Top of DATA FOR THIS EXERCISE
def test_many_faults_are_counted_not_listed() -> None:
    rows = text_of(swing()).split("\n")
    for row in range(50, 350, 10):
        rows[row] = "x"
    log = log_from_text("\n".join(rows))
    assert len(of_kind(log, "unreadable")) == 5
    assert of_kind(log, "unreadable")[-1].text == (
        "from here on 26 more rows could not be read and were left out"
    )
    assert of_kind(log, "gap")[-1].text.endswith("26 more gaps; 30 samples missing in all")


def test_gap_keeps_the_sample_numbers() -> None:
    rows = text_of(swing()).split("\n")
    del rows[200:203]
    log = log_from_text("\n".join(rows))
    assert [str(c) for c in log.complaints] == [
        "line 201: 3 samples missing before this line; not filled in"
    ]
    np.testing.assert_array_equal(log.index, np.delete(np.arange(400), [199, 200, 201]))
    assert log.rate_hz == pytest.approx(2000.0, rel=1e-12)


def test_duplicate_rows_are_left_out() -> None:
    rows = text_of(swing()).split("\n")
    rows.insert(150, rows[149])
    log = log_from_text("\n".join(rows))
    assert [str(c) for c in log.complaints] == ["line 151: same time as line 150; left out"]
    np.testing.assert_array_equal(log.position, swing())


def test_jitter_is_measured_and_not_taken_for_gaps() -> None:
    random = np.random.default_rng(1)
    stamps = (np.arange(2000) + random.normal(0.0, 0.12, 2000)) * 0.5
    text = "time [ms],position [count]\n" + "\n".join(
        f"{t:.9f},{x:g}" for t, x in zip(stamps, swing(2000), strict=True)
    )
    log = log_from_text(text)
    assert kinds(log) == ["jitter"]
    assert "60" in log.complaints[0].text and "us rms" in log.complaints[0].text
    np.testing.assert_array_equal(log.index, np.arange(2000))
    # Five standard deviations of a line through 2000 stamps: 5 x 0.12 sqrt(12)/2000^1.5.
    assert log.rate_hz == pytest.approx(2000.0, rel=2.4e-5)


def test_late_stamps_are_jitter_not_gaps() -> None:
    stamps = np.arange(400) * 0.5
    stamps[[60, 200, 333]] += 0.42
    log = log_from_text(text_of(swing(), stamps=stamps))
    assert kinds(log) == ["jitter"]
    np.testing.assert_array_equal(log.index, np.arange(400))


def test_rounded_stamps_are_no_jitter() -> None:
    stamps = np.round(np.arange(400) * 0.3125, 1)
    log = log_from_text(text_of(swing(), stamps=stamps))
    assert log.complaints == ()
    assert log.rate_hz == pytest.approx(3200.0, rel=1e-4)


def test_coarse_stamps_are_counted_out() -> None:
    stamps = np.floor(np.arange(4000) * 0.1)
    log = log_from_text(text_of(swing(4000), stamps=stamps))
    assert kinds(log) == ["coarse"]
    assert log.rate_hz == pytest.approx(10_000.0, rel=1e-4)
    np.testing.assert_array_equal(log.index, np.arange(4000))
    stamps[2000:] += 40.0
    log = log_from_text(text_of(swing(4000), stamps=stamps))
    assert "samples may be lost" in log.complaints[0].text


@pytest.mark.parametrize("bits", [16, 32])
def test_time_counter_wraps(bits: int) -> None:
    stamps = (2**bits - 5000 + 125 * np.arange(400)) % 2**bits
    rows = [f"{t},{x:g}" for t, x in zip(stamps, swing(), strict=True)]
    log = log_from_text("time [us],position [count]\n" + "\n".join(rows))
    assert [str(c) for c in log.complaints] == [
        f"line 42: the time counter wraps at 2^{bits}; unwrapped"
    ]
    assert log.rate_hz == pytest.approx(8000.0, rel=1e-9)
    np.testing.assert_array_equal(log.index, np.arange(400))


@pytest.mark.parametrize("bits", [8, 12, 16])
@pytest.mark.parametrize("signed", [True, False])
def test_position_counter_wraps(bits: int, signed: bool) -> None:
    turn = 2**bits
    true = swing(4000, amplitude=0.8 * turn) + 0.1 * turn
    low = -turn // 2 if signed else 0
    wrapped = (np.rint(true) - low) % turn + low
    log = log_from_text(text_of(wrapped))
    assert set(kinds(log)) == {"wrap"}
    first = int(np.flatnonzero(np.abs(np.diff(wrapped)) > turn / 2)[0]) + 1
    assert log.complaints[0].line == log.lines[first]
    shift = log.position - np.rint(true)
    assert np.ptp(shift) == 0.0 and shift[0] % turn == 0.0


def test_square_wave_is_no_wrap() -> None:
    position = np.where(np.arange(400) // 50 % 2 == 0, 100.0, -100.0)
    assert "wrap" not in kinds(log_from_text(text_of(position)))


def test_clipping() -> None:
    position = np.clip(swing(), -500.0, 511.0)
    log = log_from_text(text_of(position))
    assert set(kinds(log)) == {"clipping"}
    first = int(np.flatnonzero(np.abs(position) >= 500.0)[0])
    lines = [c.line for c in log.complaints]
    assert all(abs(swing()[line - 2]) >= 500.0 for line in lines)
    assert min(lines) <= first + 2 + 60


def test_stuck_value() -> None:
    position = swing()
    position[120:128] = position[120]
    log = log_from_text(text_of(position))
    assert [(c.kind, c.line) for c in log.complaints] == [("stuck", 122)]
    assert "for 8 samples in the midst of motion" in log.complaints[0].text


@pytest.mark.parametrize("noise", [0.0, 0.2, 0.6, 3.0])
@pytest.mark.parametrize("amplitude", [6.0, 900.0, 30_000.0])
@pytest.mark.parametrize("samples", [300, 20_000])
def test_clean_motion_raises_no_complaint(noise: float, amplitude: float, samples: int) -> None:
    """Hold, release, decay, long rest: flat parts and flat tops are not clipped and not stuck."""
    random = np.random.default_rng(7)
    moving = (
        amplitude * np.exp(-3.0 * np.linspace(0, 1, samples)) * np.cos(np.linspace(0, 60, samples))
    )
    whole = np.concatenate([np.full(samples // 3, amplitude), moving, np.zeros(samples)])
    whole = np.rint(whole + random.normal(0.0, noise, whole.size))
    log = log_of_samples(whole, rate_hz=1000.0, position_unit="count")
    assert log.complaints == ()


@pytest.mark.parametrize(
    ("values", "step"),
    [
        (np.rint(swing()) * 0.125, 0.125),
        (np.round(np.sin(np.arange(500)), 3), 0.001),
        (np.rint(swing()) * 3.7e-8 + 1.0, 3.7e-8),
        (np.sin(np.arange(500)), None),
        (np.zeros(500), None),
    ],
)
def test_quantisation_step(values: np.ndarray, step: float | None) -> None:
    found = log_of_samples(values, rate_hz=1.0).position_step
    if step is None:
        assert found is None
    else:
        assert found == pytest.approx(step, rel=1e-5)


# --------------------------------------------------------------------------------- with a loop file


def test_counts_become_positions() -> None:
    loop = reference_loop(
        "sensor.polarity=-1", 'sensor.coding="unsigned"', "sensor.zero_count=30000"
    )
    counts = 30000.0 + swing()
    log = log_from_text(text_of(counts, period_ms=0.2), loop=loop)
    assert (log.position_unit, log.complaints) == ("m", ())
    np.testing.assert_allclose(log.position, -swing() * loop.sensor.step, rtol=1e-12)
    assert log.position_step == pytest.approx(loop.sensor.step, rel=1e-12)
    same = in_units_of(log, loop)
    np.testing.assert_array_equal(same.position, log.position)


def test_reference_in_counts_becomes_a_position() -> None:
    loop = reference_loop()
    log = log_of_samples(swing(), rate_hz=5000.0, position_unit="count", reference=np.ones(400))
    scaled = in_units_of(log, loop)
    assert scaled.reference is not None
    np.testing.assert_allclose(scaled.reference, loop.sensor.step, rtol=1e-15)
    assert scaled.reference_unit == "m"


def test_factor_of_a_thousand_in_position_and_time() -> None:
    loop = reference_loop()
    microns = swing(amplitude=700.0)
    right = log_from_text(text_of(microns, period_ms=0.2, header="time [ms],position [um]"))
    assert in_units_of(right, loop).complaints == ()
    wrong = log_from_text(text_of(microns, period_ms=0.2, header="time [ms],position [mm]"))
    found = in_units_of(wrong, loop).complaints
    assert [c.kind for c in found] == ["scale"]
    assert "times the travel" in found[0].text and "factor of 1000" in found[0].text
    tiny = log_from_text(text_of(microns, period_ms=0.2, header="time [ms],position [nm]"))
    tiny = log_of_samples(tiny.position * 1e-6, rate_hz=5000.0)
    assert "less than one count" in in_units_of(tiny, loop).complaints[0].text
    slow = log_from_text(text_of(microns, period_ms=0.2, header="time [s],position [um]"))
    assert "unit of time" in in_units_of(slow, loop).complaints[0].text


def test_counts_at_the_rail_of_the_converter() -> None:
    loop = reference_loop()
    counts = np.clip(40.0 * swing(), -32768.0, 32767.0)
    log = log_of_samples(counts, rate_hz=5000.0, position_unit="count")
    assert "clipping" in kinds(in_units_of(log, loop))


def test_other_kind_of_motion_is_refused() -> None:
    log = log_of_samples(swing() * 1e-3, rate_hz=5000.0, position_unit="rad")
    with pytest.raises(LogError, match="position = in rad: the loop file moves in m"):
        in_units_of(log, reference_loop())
Bottom of DATA FOR THIS EXERCISE
Filter the records above for "mark" and copy every matching line.

@pytest.mark.parametrize("bits", [16, 32])
@pytest.mark.parametrize("bits", [8, 12, 16])
@pytest.mark.parametrize("signed", [True, False])
@pytest.mark.parametrize("noise", [0.0, 0.2, 0.6, 3.0])
@pytest.mark.parametrize("amplitude", [6.0, 900.0, 30_000.0])
@pytest.mark.parametrize("samples", [300, 20_000])
@pytest.mark.parametrize(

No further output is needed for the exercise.